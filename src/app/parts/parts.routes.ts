import { type Routes } from '@angular/router';
import { addPart } from '#shared/contract/parts';
import { areaFor } from '../session/role-guard';
import { leaveGuard } from '../shell/leave-guard';

export default [
  {
    path: '',
    title: 'Parts',
    loadComponent: () => import('./part-list-page/part-list-page').then((file) => file.PartListPage),
  },
  ...areaFor(addPart.who, {
    path: 'new',
    title: 'New part',
    canDeactivate: [leaveGuard],
    loadComponent: () => import('./new-part-page/new-part-page').then((file) => file.NewPartPage),
  }),
  {
    path: ':id',
    title: 'Part',
    canDeactivate: [leaveGuard],
    loadComponent: () => import('./part-page/part-page').then((file) => file.PartPage),
  },
] satisfies Routes;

→ **WORK TO BE COMPLETED**: Count the lines above in which the string "import" occurs, and write the number with no other text.

→ **TASK ANSWER**: 7